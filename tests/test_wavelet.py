"""Generalized Morse wavelets and the rotary transform (driftloop.wavelet)."""

import math

import numpy as np
import pytest

from driftloop.errors import ConfigError
from driftloop.wavelet import (
    WaveletConfig,
    coi_factor,
    morse_peak_frequency,
    morse_wavelet,
    rotary_transform,
    transform_periods_samples,
    wavelet_table,
)

HOUR = 3600.0


def circle(n, period_h, speed, sense=1, phase=0.3):
    t = np.arange(n) * HOUR
    return speed * np.exp(1j * (sense * 2 * np.pi * t / (period_h * HOUR) + phase))


@pytest.mark.parametrize(("beta", "gamma"), [(4.0, 3.0), (2.0, 3.0), (8.0, 2.0), (3.0, 1.5)])
def test_peak_frequency_and_value(beta, gamma):
    # Olhede & Walden 2002: peak at (beta/gamma)^(1/gamma); normalisation Psi(peak) = 2
    # (a = 2 (e gamma / beta)^(beta/gamma), derived)
    w = np.linspace(1e-4, 6.0, 600001)
    psi = morse_wavelet(w, beta, gamma)
    assert w[np.argmax(psi)] == pytest.approx(morse_peak_frequency(beta, gamma), abs=2e-5)
    assert psi.max() == pytest.approx(2.0, rel=1e-9)
    assert np.all(morse_wavelet(np.array([-2.0, -0.1, 0.0]), beta, gamma) == 0.0)


def test_time_domain_wavelet_is_analytic_with_predicted_envelope():
    # Lilly & Olhede 2009: the time-domain Morse wavelet is analytic (no negative
    # frequencies); its envelope s.d. is about P / omega (Gaussian approximation, derived)
    cfg = WaveletConfig()
    n = 4096
    periods = transform_periods_samples(n, cfg)
    table = wavelet_table(n, periods, cfg)
    j = 40
    spec = np.zeros(n)
    spec[1: 1 + table.shape[1]] = table[j]
    psi = np.fft.fftshift(np.fft.ifft(spec))
    back = np.fft.fft(np.fft.ifftshift(psi))
    negative = np.abs(back[n // 2 + 1:])
    assert negative.max() < 1e-12 * np.abs(back).max()
    t = np.arange(n) - n // 2
    env = np.abs(psi) ** 2
    sd = math.sqrt(np.sum(env * t ** 2) / np.sum(env))
    omega = 2 * np.pi / periods[j]
    # |psi|^2 has s.d. P / (omega sqrt 2) when |psi| has P / omega
    assert sd == pytest.approx(cfg.duration / omega / math.sqrt(2), rel=0.05)


@pytest.mark.parametrize("sense", [1, -1])
def test_each_rotary_sense_appears_only_in_its_own_transform(sense):
    # Gonella 1972: omega > 0 counter-clockwise (W[z]), omega < 0 clockwise (W[conj z])
    z = circle(1500, 16.9, 0.3, sense)
    tr = rotary_transform(z, HOUR)
    inside = tr.outside_coi()
    own, other = (tr.w_ccw, tr.w_cw) if sense > 0 else (tr.w_cw, tr.w_ccw)
    assert np.abs(own[inside]).max() == pytest.approx(0.3, rel=0.01)
    # edge leakage through the cone boundary stays at the percent level
    assert np.abs(other[inside]).max() < 0.02 * 0.3
    # far from the edges the other sense is essentially zero (what is left comes
    # from the ringing of the shortest scales, whose wavelet the Nyquist frequency cuts)
    mid = slice(600, 900)
    assert np.abs(other[:, mid]).max() < 2e-4 * 0.3
    far = tr.coi < 300  # scales whose wavelet does not reach the ends from the middle
    assert np.abs(other[12:][far[12:]][:, mid]).max() < 1e-6 * 0.3


def test_circle_amplitude_equals_speed_on_its_ridge():
    # normalisation (derived): |W+| = V for z = V exp(i omega t), at the peak scale
    v = 0.27
    tr = rotary_transform(circle(2000, 20.0, v), HOUR)
    col = np.abs(tr.w_ccw[:, 1000])
    j = int(np.argmax(col))
    # the grid maximum is within half a grid step (1/24 octave) of the peak
    assert col[j] == pytest.approx(v, rel=6e-3)
    assert tr.periods_s[j] / HOUR == pytest.approx(20.0, rel=0.03)


def test_period_grid_and_cone_of_influence():
    cfg = WaveletConfig()
    n = 2880
    periods = transform_periods_samples(n, cfg)
    assert periods[0] == 2.5
    assert np.allclose(np.diff(np.log2(periods)), 1 / cfg.periods_per_octave)
    assert len(periods) >= 50
    tr = rotary_transform(np.zeros(n, complex), HOUR, cfg)
    # the longest period still leaves min_cycles cycles outside the cone
    interior = n - 2 * tr.coi[-1]
    assert interior >= cfg.min_cycles * periods[-1] - 2
    assert np.all(np.diff(tr.coi) >= 0)
    assert tr.n_fft >= n + tr.coi[-1]


def test_coi_factor_bounds_the_edge_error():
    # derived bound: at k P / omega from the end, a tone's ridge amplitude is off by <= 1 %
    cfg = WaveletConfig()
    k = coi_factor(cfg.beta, cfg.gamma, cfg.coi_edge_error)
    assert 2.0 < k < 2.6  # near the one-sided 1 % point of a Gaussian, 2.33
    v = 0.2
    tr = rotary_transform(circle(3000, 30.0, v), HOUR, cfg)
    j = int(np.argmin(np.abs(tr.periods_s / HOUR - 30.0)))
    peak = np.abs(tr.w_ccw[j, 1500])
    at_edge = np.abs(tr.w_ccw[j, tr.coi[j]])
    assert abs(at_edge / peak - 1.0) <= cfg.coi_edge_error * 1.05
    # and the error is larger inside the cone
    inside = np.abs(tr.w_ccw[j, tr.coi[j] // 3])
    assert abs(inside / peak - 1.0) > 3 * cfg.coi_edge_error


def test_float32_transform_matches_float64():
    rng = np.random.default_rng(3)
    z = circle(1000, 14.0, 0.2, -1) + 0.05 * (rng.standard_normal(1000)
                                              + 1j * rng.standard_normal(1000))
    a = rotary_transform(z, HOUR, WaveletConfig())
    b = rotary_transform(z, HOUR, WaveletConfig(dtype="float32"))
    assert b.w_cw.dtype == np.complex64
    scale = np.abs(a.w_cw).max()
    assert np.abs(a.w_cw - b.w_cw).max() < 1e-5 * scale
    assert np.abs(a.w_ccw - b.w_ccw).max() < 1e-5 * scale


def test_mean_drift_is_invisible_inside_the_cone():
    # Psi(0) = 0: a constant drift adds nothing away from the ends
    z = circle(1200, 12.0, 0.1)
    a = rotary_transform(z, HOUR)
    b = rotary_transform(z + (0.3 - 0.2j), HOUR)
    inside = a.outside_coi()
    assert np.abs(a.w_ccw - b.w_ccw)[inside].max() < 1e-12


def test_periodogram_sums_to_variance():
    rng = np.random.default_rng(0)
    z = rng.standard_normal(777) + 1j * rng.standard_normal(777)
    tr = rotary_transform(z, 600.0)
    total = tr.spectrum.sum() * (2 * np.pi / (tr.n_fft * 600.0)) / (2 * np.pi)
    assert total == pytest.approx(np.mean(np.abs(z - z.mean()) ** 2), rel=0.01)


def test_short_segment_gives_an_empty_transform():
    tr = rotary_transform(circle(10, 5.0, 0.1), HOUR)
    assert tr.w_ccw.shape == (0, 10)


def test_bad_input_is_refused():
    with pytest.raises(ValueError, match="one-dimensional"):
        rotary_transform(np.zeros((3, 50), complex), HOUR)
    with pytest.raises(ValueError, match="finite"):
        rotary_transform(np.array([0, np.nan, 1, 2] * 20, dtype=complex), HOUR)
    with pytest.raises(ValueError, match="dt_s"):
        rotary_transform(np.zeros(100, complex), 0.0)
    with pytest.raises(ConfigError, match="wavelet.min_period_samples"):
        WaveletConfig(min_period_samples=2.0)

____________

• _INSTRUCTIONS TO FOLLOW_:
Pull each line containing the word "derived" out of the data above.

• _SOLUTION_:
    # (a = 2 (e gamma / beta)^(beta/gamma), derived)
    # frequencies); its envelope s.d. is about P / omega (Gaussian approximation, derived)
    # normalisation (derived): |W+| = V for z = V exp(i omega t), at the peak scale
    # derived bound: at k P / omega from the end, a tone's ridge amplitude is off by <= 1 %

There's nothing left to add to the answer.